The SEC filed a fraud action against an investment adviser to funds that suffered significant losses from investing with Ponzi scheme king Bernard Madoff and fraudster Tom Petters. In the Matter of Neal R. Greenberg, Adm. Proc. File No. 3-14033 (Sept. 7, 2010). Respondent Neal Greenberg is a registered investment adviser. He is also the controlling shareholder of Tactical Allocation Services (“TAS”) and the head portfolio manager of its subsidiary Agile Group, LLC. Agile served as investment adviser to affiliated hedge funds The Safety Fund, the Performance Fund, the Master Fund, the International Fund and the Variable Fund. The Order centers on claims that Mr. Greenberg made material misrepresentations to induce investors to purchase shares in the funds and that he breached his fiduciary duty, putting many investors in funds for which they were not suited.

Many of TAS’ clients invested in the various Agile funds. In fact, by the end of 2006 about 83% of the assets under management by TAS were invested in Agile hedge funds. Many of those investors were conservative and at or near retirement age.

Between 2006 and 2008 Mr. Greenberg is alleged to have made material misrepresentations and omissions to investors to induce them to place their money in the Agile funds. Those included:

• The funds were “immensely” diversified. In fact, in September 2008 48% of the holdings of the Safety, International and Variable Funds were invested indirectly with Tom Petters. Another 14% were invested indirectly with Bernard Madoff.

• Investors were not told that the Safety, International and Variable Funds typically placed a large proportion of investor capital in a few hedge funds.

• Representations that investments in the Safety, International and Variable Funds involved minimal risk with conservative growth and that they were suitable for retirees. In fact, the 2007 PPM for the funds stated that they had a high degree of risk, sought capital appreciation and were suitable only for investors who did not require liquidity.

Overall, the three funds had concentrated positions and significant liquidity problems which made them unsuitable investments for retirees according to the Order for Proceedings. Mr. Greenberg also made misleading disclosures regarding the fees charged and improperly paid personal expenses with fund assets. The funds also had inadequate internal procedures.

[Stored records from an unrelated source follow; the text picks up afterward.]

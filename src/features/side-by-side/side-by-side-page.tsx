import { useQueries, useQuery } from '@tanstack/react-query';
import { useSearchParams } from 'react-router-dom';
import type { Sounding } from '../../../server/contract/soundings';
import { runListQuery, runQuery } from '../../api/run-queries';
import { addressOf } from '../../app/addresses';
import { PageWait, SoundingPage } from '../../soundings/sounding-page';
import { isShowable } from '../../runs/run-standing';
import { FEWEST_RUNS, useTickedRuns } from '../../runs/ticked-runs';
import { ButtonLink } from '../../ui/button';
import { PageHeader } from '../../ui/page-header';
import { EmptyState } from '../../ui/view-states';
import { baseOf, chosenRuns, searchOf, type ChosenRuns } from './chosen-runs';
import { Comparison } from './comparison';
import { isFinished } from './run-facts-table';
import { RunPicker } from './run-picker';

export function SideBySidePage() {
  return (
    <SoundingPage section="Side by side">
      {(sounding) => <SideBySide key={sounding.id} sounding={sounding} />}
    </SoundingPage>
  );
}

function SideBySide({ sounding }: { sounding: Sounding }) {
  const [search, setSearch] = useSearchParams();
  const list = useQuery(runListQuery(sounding.id));
  const finished = (list.data?.items ?? []).filter(isShowable);
  const newest = finished.toSorted((a, b) => b.number - a.number);
  const chosen = chosenRuns(
    search,
    newest.map((run) => run.id),
  );
  const runs = useQueries({ queries: chosen.runIds.map((id) => runQuery(id)) });
  const tick = useTickedRuns((store) => store.tick);
  const choose = (next: ChosenRuns) => {
    tick(sounding.id, next.runIds);
    setSearch(searchOf(next), { replace: true });
  };
  if (!list.data)
    return <PageWait error={list.error} label="Loading the runs" onRetry={() => void list.refetch()} />;
  if (finished.length < FEWEST_RUNS) return <TooFewRuns sounding={sounding} count={finished.length} />;
  const failed = runs.find((run) => run.error !== null);
  const loaded = runs.flatMap((run) => (run.data && isFinished(run.data) ? [run.data] : []));
  return (
    <>
      <PageHeader
        title="Side by side"
        note={`Runs of ${sounding.name} on the same axes, and what sets them apart.`}
      />
      <RunPicker runs={finished} chosen={chosen} onChoose={choose} />
      {chosen.runIds.length < FEWEST_RUNS ? (
        <p className="mt-6 text-muted">Choose two to six runs above to see them on the same axes.</p>
      ) : loaded.length < chosen.runIds.length ? (
        <PageWait
          error={failed?.error ?? null}
          label="Loading the runs"
          onRetry={() => runs.forEach((run) => void run.refetch())}
        />
      ) : (
        <Comparison
          sounding={sounding}
          runs={loaded}
          baseId={baseOf(chosen, finished)}
          onBase={(baseId) => choose({ ...chosen, baseId })}
        />
      )}
    </>
  );
}

function TooFewRuns({ sounding, count }: { sounding: Sounding; count: number }) {
  return (
    <EmptyState
      title={count === 0 ? 'No finished run yet' : 'One finished run so far'}
      actions={
        <ButtonLink kind="main" to={addressOf('bench', { soundingId: sounding.id })}>
          To the Bench
        </ButtonLink>
      }
    >
      Side by side compares two to six runs of one sounding. Runs are made on the Bench.
    </EmptyState>
  );
}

By mid-September 2008, the Safety, Variable and International Funds limited redemptions due to a lack of liquidity. Later that month, redemptions were suspended because of substantial losses. The losses resulted from investing in the fraudulent scheme of Tom Petters. By December 2008 investors learned that the three funds had more losses. This time the losses came from the fraudulent scheme of Bernard Madoff.

The Order for Proceedings alleges willful violations by Mr. Greenberg of Exchange Act Section 10(b) and Advisers Section 206(1), 206(2) and 206(4). Agile is alleged to have willfully aided and abetted and caused by Mr. Greenberg willfully violated Advisers Act Section 206(4). The case is in litigation.